Delia's bizarre new series, in which she slays the sacred cow by making shepherd's pie from frozen mashed potato and ready-prepared meat, has caused no end of consternation out here in Herefordshire, where practically every village has a top-notch butcher or farm shop.

We buy much of our meat from Quarry Farm on the back road between Leominster and Ludlow, and the butcher there, a rather dashing young fellow called Richard, at whom I have seen more than one female customer making cow's eyes (no more cattle gags, I promise), is predictably aghast at the thought of the nation's home-economics mistress championing mince out of a tin.

The principal source for mince, Richard told me, used to be ox heads, bulked out with ox hearts to give it colour. But butchery has changed almost infinitely for the better. Richard's mince comes from the shoulders and shins of Hereford cattle on his brother's farm, and is 95 per cent "meat", as opposed to a mere 75 per cent in the tinned stuff that Delia used.

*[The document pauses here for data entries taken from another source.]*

using System.Diagnostics;
using System.Globalization;
using DriftWatch.Attribution;
using DriftWatch.Hooks;
using DriftWatch.Storage;
using DriftWatch.Tests.Support;
using LiteDB;
using Xunit;
using Xunit.Abstractions;

namespace DriftWatch.Tests.Reliability;

/// <summary>
/// Two writers at once: creating one new store file together, and a second writer opening a run another process still
/// writes (refused with one line naming that writer, unless it is gone or its heartbeat is stale).
/// </summary>
public sealed class TwoWriterTests
{
    private readonly ITestOutputHelper _output;

    public TwoWriterTests(ITestOutputHelper output) => _output = output;

    [Fact]
    public void WritersCreatingOneNewStoreAtOnceAllSucceed()
    {
        using var temp = new TempFolder();
        const int Files = 12;
        const int Writers = 4;
        var failures = new List<string>();
        for (int file = 0; file < Files; file++)
        {
            string path = temp.File(string.Create(CultureInfo.InvariantCulture, $"new-{file}.litedb"));
            using var start = new Barrier(Writers);
            var seen = new string?[Writers];
            var threads = Enumerable.Range(0, Writers).Select(i => new Thread(() =>
            {
                start.SignalAndWait();
                try
                {
                    using var store = RunStore.OpenForWriting(path);
                }
                catch (StoreException e)
                {
                    seen[i] = e.Message;
                }
            })).ToArray();
            foreach (var thread in threads)
                thread.Start();
            foreach (var thread in threads)
                thread.Join();
            failures.AddRange(seen.OfType<string>());
            using var reader = RunStore.OpenForReading(path);
            Assert.Empty(reader.StoredRuns());
        }
        foreach (string failure in failures.Distinct())
            _output.WriteLine(failure);
        _output.WriteLine($"{Files} new stores, {Writers} writers each at once: {failures.Count} failed");
        Assert.Empty(failures);
    }

    [Fact]
    public void TwoDemoProcessesCreatingOneNewStoreAtOnceBothFinish()
    {
        using var temp = new TempFolder();
        string store = temp.File("together.litedb");
        using var first = StartDemo(store, "bay-1", epochs: 2, resume: false);
        using var second = StartDemo(store, "bay-2", epochs: 2, resume: false);
        Assert.True(first.WaitForExit() == 0, first.Error);
        Assert.True(second.WaitForExit() == 0, second.Error);
        using var reader = RunStore.OpenForReading(store);
        Assert.Equal(["bay-1", "bay-2"], reader.StoredRuns().Select(r => r.Name).Order(StringComparer.Ordinal));
        Assert.Empty(reader.Verify());
    }

    [Fact]
    public void AResumeWhileAnotherProcessWritesTheRunIsRefusedAndAfterAKillItTakesOver()
    {
        using var temp = new TempFolder();
        string store = temp.File("shared.litedb");
        using var writer = StartDemo(store, "night-7", epochs: 1_000, resume: false);
        Assert.True(writer.WaitForLine(l => l.StartsWith("epoch ", StringComparison.Ordinal), count: 2), writer.Error);

        // Before the writer mark, this second process resumed the run and both wrote its epochs.
        using (var second = StartDemo(store, "night-7", epochs: 1_000, resume: true))
        {
            Assert.Equal(2, second.WaitForExit());
            string refusal = Assert.Single(second.Error.Split('\n', StringSplitOptions.RemoveEmptyEntries));
            Assert.Contains(string.Create(CultureInfo.InvariantCulture, $"run 'night-7' in '{store}' is being written by process {writer.Id} on host '{Environment.MachineName}' (monitor"), refusal, StringComparison.Ordinal);
            Assert.DoesNotContain(second.Lines, l => l.StartsWith("epoch ", StringComparison.Ordinal));
        }

        writer.Kill();
        int lastBefore;
        using (var reader = RunStore.OpenForReading(store))
            lastBefore = reader.StoredEpochs("night-7")[^1].Epoch;
        using var resumed = StartDemo(store, "night-7", epochs: lastBefore + 2, resume: true);
        Assert.True(resumed.WaitForExit() == 0, resumed.Error);
        Assert.Contains(resumed.Lines, l => l.StartsWith(string.Create(CultureInfo.InvariantCulture, $"writer    the run's earlier writer, process {writer.Id} on host '{Environment.MachineName}'"), StringComparison.Ordinal)
            && l.Contains("is no longer running on this host; this monitor takes the run over", StringComparison.Ordinal));
        using var after = RunStore.OpenForReading(store);
        var epochs = after.StoredEpochs("night-7").Select(e => e.Epoch).ToList();
        Assert.Equal(Enumerable.Range(1, lastBefore + 2), epochs);
        Assert.Null(after.WriterOf(after.FindRun("night-7")!.Id)); // let go at the end
    }

    [Fact]
    public void ASecondMonitorInThisProcessIsRefusedUntilTheFirstIsDisposed()
    {
        using var temp = new TempFolder();
        using var model = new SmallNet(3, 5, 4);
        string store = temp.File("s.litedb");
        var first = new TrainingMonitor(Options(store, model));
        first.EndEpoch(model, 1, new EpochMetrics(0.7, 0.7));
        byte[] before = File.ReadAllBytes(store);

        var refused = Assert.Throws<StoreException>(() => new TrainingMonitor(Options(store, model) with { Resume = true }));
        Assert.Contains(string.Create(CultureInfo.InvariantCulture, $"is being written by process {Environment.ProcessId} on host '{Environment.MachineName}' (monitor, writing since"), refused.Message, StringComparison.Ordinal);
        Assert.DoesNotContain('\n', refused.Message);
        Assert.Equal(before, File.ReadAllBytes(store));

        first.Dispose();
        using var second = new TrainingMonitor(Options(store, model) with { Resume = true });
        Assert.Null(second.TookOver);
        Assert.Equal(2, second.EndEpoch(model, 2, new EpochMetrics(0.7, 0.7)).Epoch);
        Assert.Equal([1, 2], second.Store.StoredEpochs("night-7").Select(e => e.Epoch));
    }

    [Fact]
    public void AWriterWhoseProcessIsGoneFromThisHostIsTakenOver()
    {
        using var temp = new TempFolder();
        using var model = new SmallNet(3, 5, 4);
        string store = temp.File("s.litedb");
        using (var monitor = new TrainingMonitor(Options(store, model)))
            monitor.EndEpoch(model, 1, new EpochMetrics(0.7, 0.7));
        int gone = EndedProcessId();
        Mark(store, Environment.MachineName, gone, DateTime.UtcNow);

        using var resumed = new TrainingMonitor(Options(store, model) with { Resume = true });
        Assert.StartsWith(string.Create(CultureInfo.InvariantCulture, $"the run's earlier writer, process {gone} on host '{Environment.MachineName}' (monitor"), resumed.TookOver, StringComparison.Ordinal);
        Assert.EndsWith("is no longer running on this host; this monitor takes the run over", resumed.TookOver, StringComparison.Ordinal);
    }

    [Theory]
    [InlineData(10, false)]
    [InlineData(59, false)]
    [InlineData(61, true)]
    [InlineData(180, true)]
    public void AWriterOnAnotherHostIsTakenOverOnlyOnceItsHeartbeatIsOlderThanTheBound(int minutesSilent, bool takenOver)
    {
        using var temp = new TempFolder();
        using var model = new SmallNet(3, 5, 4);
        string store = temp.File("s.litedb");
        using (var monitor = new TrainingMonitor(Options(store, model)))
            monitor.EndEpoch(model, 1, new EpochMetrics(0.7, 0.7));
        Mark(store, "other-node-" + Environment.MachineName, Environment.ProcessId, DateTime.UtcNow.AddMinutes(-minutesSilent));

        var options = Options(store, model) with { Resume = true, StaleWriterAfter = TimeSpan.FromHours(1) };
        if (!takenOver)
        {
            var refused = Assert.Throws<StoreException>(() => new TrainingMonitor(options));
            Assert.Contains($"on host 'other-node-{Environment.MachineName}'", refused.Message, StringComparison.Ordinal);
            Assert.Contains("silent for over 1 h on another host", refused.Message, StringComparison.Ordinal);
            return;
        }
        using var resumed = new TrainingMonitor(options);
        Assert.Contains("has not been heard from for", resumed.TookOver, StringComparison.Ordinal);
        Assert.Contains("(over the 1 h bound for a writer on another host); this monitor takes the run over", resumed.TookOver, StringComparison.Ordinal);
    }

    [Fact]
    public void AMonitorWhoseRunWasTakenOverStoresNoMoreEpochsAndDoesNotThrowUnlessStrict()
    {
        using var temp = new TempFolder();
        using var model = new SmallNet(3, 5, 4);
        string store = temp.File("s.litedb");
        foreach (bool strict in new[] { false, true })
        {
            string run = strict ? "strict" : "lenient";
            using var monitor = new TrainingMonitor(Options(store, model, run) with { Strict = strict });
            monitor.EndEpoch(model, 1, new EpochMetrics(0.7, 0.7));
            Mark(store, "other-node", 4242, DateTime.UtcNow, run);
            if (strict)
            {
                var thrown = Assert.Throws<StoreException>(() => monitor.EndEpoch(model, 2, new EpochMetrics(0.7, 0.7)));
                Assert.Contains("was taken over by process 4242 on host 'other-node'", thrown.Message, StringComparison.Ordinal);
            }
            else
            {
                var verdict = monitor.EndEpoch(model, 2, new EpochMetrics(0.7, 0.7));
                Assert.Contains(verdict.Reasons, r => r.Contains("was taken over by process 4242 on host 'other-node'", StringComparison.Ordinal));
            }
            using var reader = RunStore.OpenForReading(store);
            Assert.Equal([1], reader.StoredEpochs(run).Select(e => e.Epoch));
        }
    }

    private static MonitorOptions Options(string store, SmallNet model, string run = "night-7") => new()
    {
        StorePath = store,
        RunName = run,
        Schema = model.Schema,
        Probe = TestProbes.Small(),
        Methods = [new IntegratedGradients(8)],
    };

    private static ChildProcess StartDemo(string store, string run, int epochs, bool resume)
    {
        string[] args =
        [
            "--small", "--store", store, "--run", run, "--rows", "200", "--steps", "4",
            "--epochs", epochs.ToString(CultureInfo.InvariantCulture), "--keep-training",
        ];
        return ChildProcess.Start(ChildProcess.DemoDll, resume ? [.. args, "--resume"] : args);
    }

    // The id of a process that ran and ended (and was reaped), so no process runs under it now.
    private static int EndedProcessId()
    {
        using var ended = Process.Start(new ProcessStartInfo("true") { UseShellExecute = false })!;
        ended.WaitForExit();
        return ended.Id;
    }

    // A writer mark as another process leaves it, written with LiteDB directly.
    internal static void Mark(string store, string host, int processId, DateTime heartbeatUtc, string run = "night-7")
    {
        using var database = new LiteDatabase($"Filename={store};Connection=shared");
        int runId = database.GetCollection("runs").FindOne(BsonExpression.Create("$.Name = @0", new BsonValue(run)))["_id"].AsInt32;
        database.GetCollection("writers").Upsert(new BsonDocument
        {
            ["_id"] = runId,
            ["ProcessId"] = processId,
            ["Host"] = host,
            ["ProcessStartUtc"] = heartbeatUtc.AddMinutes(-5),
            ["Program"] = "monitor",
            ["Token"] = Guid.NewGuid().ToString("N"),
            ["ClaimedUtc"] = heartbeatUtc.AddMinutes(-5),
            ["HeartbeatUtc"] = heartbeatUtc,
        });
    }
}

"I like to leave a little bit of fat in there," he said, "because otherwise it can be a bit dry. The fat helps the cooking process." I asked him what he thinks of tinned mince and, so far as I could tell down the phone, he winced. "The supermarkets now are buying up all the old breeding cows," he told me. "They used to be burnt, but now they're getting back into the food chain and being used for mince."

Getting quite hot under the collar about all this, I then spoke to another favourite retailer of ours, "French" Eric, as my son Jacob calls him. Eric grew up in the Vendée, married a woman from Sutton Coldfield, ran a restaurant there for eight years, then worked as head chef at an old coaching inn near Tenbury Wells, and now runs a fantastic deli on Broad Street in Leominster. Unwittingly he caused a political stir in our house recently, because on Mother's Day I undertook to cook the family's Sunday lunch, for which Jane normally assumes responsibility, and asked Eric for his Yorkshire pudding tips.

He advised me to prepare the batter the day before, and to add a drop of water before cooking it. This duly yielded fluffier, lighter puddings than Jane's, and although she is as rightly proud of her Yorkshires, as a girl from Barnsley should be, she acknowledged through slightly gritted teeth that my Eric-assisted versions were superior.

Anyway, Eric was predictably horrified by what he had heard of Delia's new series.

"Aaaagggh," he cried, when I mentioned the frozen mash.

"And mince out of a tin," I said.

"Ooophh," he added, as though someone had just punched him in the abdomen. I asked him what his compatriots would make of the series if it were broadcast on French television? "It might win an award as a good comedy," he said. "Mince from a tin?" His voice rose an octave. "You can't do that."

But Delia can, alas, and has. And despite the panning that the series has received from some of us, the dispiriting truth is that plenty of people still consider her a safe pair of hands. Sales of tinned mince and frozen mash have trebled already, I'll wager.

Still, as an antidote to the Delia effect there is always Hugh Fearnley-Whittingstall, whose campaign against intensively reared chickens has gone down particularly well in this neck of the woods. My friend Stewart, who runs Springfield, one of Britain's top free-range, organic poultry farms, tells me that sales are up 25 per cent, and they've just ordered 300 more birds a week from the hatchery.

"January and February are usually quiet months," he told me, "but this year we've been turning away business. A lot of supermarket poultry comes from South America and Eastern Europe, so it's good that people are turning to local produce. I'd be more than happy to buy Hugh Fearnley-Whittingstall a pint."